#### PROBLEM TO WORK ON
Below is a set of records; print all of them exactly as written.

☆ ☆ ☆

"""fieldsill calibration compare over elements with certificates, gains and tables of U."""

from __future__ import annotations

from datetime import UTC, datetime, timedelta
from pathlib import Path

import pytest

from tests.cli.calibrations import FILE
from tests.cli.command import run
from tests.terms import confirmed

AMPLIFIER = """
[[element]]
type = "preamplifier"
serial = "p1"
certificate = "K 8"
due = 2030-01-01
k = 2
table = [["1GHz", 20.0, 0.4], ["6GHz", 20.0, 0.6]]
"""
LINE = """
[[contribution]]
name = "modulation"
table = [["1GHz", 0.3], ["6GHz", 0.6]]
distribution = "rectangular"
shared = true
"""


def written(path: Path, more: str) -> Path:
    path.write_text(
        FILE.format(due="2099-12-31", averages="none", af=30, loss=0, more=more, terms=confirmed())
    )
    return path


def test_what_a_new_certificate_of_an_element_changes(
    capsys: pytest.CaptureFixture[str], tmp_path: Path
) -> None:
    """1 dB less gain is 1 dB more field; U of the element grows, and nothing stands there twice."""
    old = written(tmp_path / "old.toml", AMPLIFIER + LINE)
    new = AMPLIFIER.replace("20.0, 0.6", "19.0, 0.9").replace("2030", "2031").replace("K 8", "K 9")
    new = written(tmp_path / "new.toml", new + LINE.replace("0.6", "0.7"))
    document = run(capsys, ["calibration", "compare", old, new, "--json"]).document
    found = {row["what"]: (row["a"], row["b"]) for row in document["differences"]}
    assert found == {
        "element preamplifier: certificate": ("K 8", "K 9"),
        "element preamplifier: due": ("2030-01-01", "2031-01-01"),
        "element preamplifier: table": (["6000 MHz 20 dB"], ["6000 MHz 19 dB"]),
        "element preamplifier: U": ("0.6 dB, k = 2", "0.9 dB, k = 2"),
        "element preamplifier: table of U": (["6000 MHz 0.6"], ["6000 MHz 0.9"]),
        "contribution 'modulation': value": ("0.6", "0.7"),
        "contribution 'modulation': table": (["6000 MHz 0.6"], ["6000 MHz 0.7"]),
    }
    assert document["largest_response_db"] == pytest.approx(1.0)
    u = [document["uncertainty"][side]["standard_db"] for side in "ab"]
    assert u[1] > u[0]


def test_an_antenna_by_gain_against_the_same_by_factor(
    capsys: pytest.CaptureFixture[str], tmp_path: Path
) -> None:
    """30 dB/m at 1 GHz is 0.23 dBi and 15.79 at 6 GHz (20 log f - 29.77 - AF): within 0.01 dB."""
    old = written(tmp_path / "old.toml", "")
    text = old.read_text()
    by_gain = text.replace('type = "antenna"', 'type = "antenna"\nquantity = "gain"')
    by_gain = by_gain.replace('["1GHz", 30], ["6GHz", 30]', '["1GHz", 0.226], ["6GHz", 15.789]')
    new = tmp_path / "new.toml"
    new.write_text(by_gain)
    document = run(capsys, ["calibration", "compare", old, new, "--json"]).document
    assert abs(document["largest_response_db"]) < 0.01
    found = {row["what"]: (row["a"], row["b"]) for row in document["differences"]}
    assert found["element antenna: quantity"] == ("antenna_factor", "gain")
    out = run(capsys, ["calibration", "show", new]).out
    assert "antenna a1: certificate K 1; 1 GHz to 6 GHz, gain 0.226 to 15.789 dBi" in out


def test_show_tells_the_whole_span_of_u_and_what_is_due_first(
    capsys: pytest.CaptureFixture[str], tmp_path: Path
) -> None:
    """One figure would pass for that of every frequency; one date for that of the whole chain."""
    soon = datetime.now(UTC).date() + timedelta(days=20)
    path = written(tmp_path / "cal.toml", AMPLIFIER.replace("2030-01-01", f"{soon}"))
    out = run(capsys, ["calibration", "show", path]).out
    assert "U 0.4 to 0.6 dB (k = 2)" in out
    assert "due soon: preamplifier p1, in 20 days" in out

☆ ☆ ☆

#### YOUR RESPONSE
"""fieldsill calibration compare over elements with certificates, gains and tables of U."""

from __future__ import annotations

from datetime import UTC, datetime, timedelta
from pathlib import Path

import pytest

from tests.cli.calibrations import FILE
from tests.cli.command import run
from tests.terms import confirmed

AMPLIFIER = """
[[element]]
type = "preamplifier"
serial = "p1"
certificate = "K 8"
due = 2030-01-01
k = 2
table = [["1GHz", 20.0, 0.4], ["6GHz", 20.0, 0.6]]
"""
LINE = """
[[contribution]]
name = "modulation"
table = [["1GHz", 0.3], ["6GHz", 0.6]]
distribution = "rectangular"
shared = true
"""


def written(path: Path, more: str) -> Path:
    path.write_text(
        FILE.format(due="2099-12-31", averages="none", af=30, loss=0, more=more, terms=confirmed())
    )
    return path


def test_what_a_new_certificate_of_an_element_changes(
    capsys: pytest.CaptureFixture[str], tmp_path: Path
) -> None:
    """1 dB less gain is 1 dB more field; U of the element grows, and nothing stands there twice."""
    old = written(tmp_path / "old.toml", AMPLIFIER + LINE)
    new = AMPLIFIER.replace("20.0, 0.6", "19.0, 0.9").replace("2030", "2031").replace("K 8", "K 9")
    new = written(tmp_path / "new.toml", new + LINE.replace("0.6", "0.7"))
    document = run(capsys, ["calibration", "compare", old, new, "--json"]).document
    found = {row["what"]: (row["a"], row["b"]) for row in document["differences"]}
    assert found == {
        "element preamplifier: certificate": ("K 8", "K 9"),
        "element preamplifier: due": ("2030-01-01", "2031-01-01"),
        "element preamplifier: table": (["6000 MHz 20 dB"], ["6000 MHz 19 dB"]),
        "element preamplifier: U": ("0.6 dB, k = 2", "0.9 dB, k = 2"),
        "element preamplifier: table of U": (["6000 MHz 0.6"], ["6000 MHz 0.9"]),
        "contribution 'modulation': value": ("0.6", "0.7"),
        "contribution 'modulation': table": (["6000 MHz 0.6"], ["6000 MHz 0.7"]),
    }
    assert document["largest_response_db"] == pytest.approx(1.0)
    u = [document["uncertainty"][side]["standard_db"] for side in "ab"]
    assert u[1] > u[0]


def test_an_antenna_by_gain_against_the_same_by_factor(
    capsys: pytest.CaptureFixture[str], tmp_path: Path
) -> None:
    """30 dB/m at 1 GHz is 0.23 dBi and 15.79 at 6 GHz (20 log f - 29.77 - AF): within 0.01 dB."""
    old = written(tmp_path / "old.toml", "")
    text = old.read_text()
    by_gain = text.replace('type = "antenna"', 'type = "antenna"\nquantity = "gain"')
    by_gain = by_gain.replace('["1GHz", 30], ["6GHz", 30]', '["1GHz", 0.226], ["6GHz", 15.789]')
    new = tmp_path / "new.toml"
    new.write_text(by_gain)
    document = run(capsys, ["calibration", "compare", old, new, "--json"]).document
    assert abs(document["largest_response_db"]) < 0.01
    found = {row["what"]: (row["a"], row["b"]) for row in document["differences"]}
    assert found["element antenna: quantity"] == ("antenna_factor", "gain")
    out = run(capsys, ["calibration", "show", new]).out
    assert "antenna a1: certificate K 1; 1 GHz to 6 GHz, gain 0.226 to 15.789 dBi" in out


def test_show_tells_the_whole_span_of_u_and_what_is_due_first(
    capsys: pytest.CaptureFixture[str], tmp_path: Path
) -> None:
    """One figure would pass for that of every frequency; one date for that of the whole chain."""
    soon = datetime.now(UTC).date() + timedelta(days=20)
    path = written(tmp_path / "cal.toml", AMPLIFIER.replace("2030-01-01", f"{soon}"))
    out = run(capsys, ["calibration", "show", path]).out
    assert "U 0.4 to 0.6 dB (k = 2)" in out
    assert "due soon: preamplifier p1, in 20 days" in out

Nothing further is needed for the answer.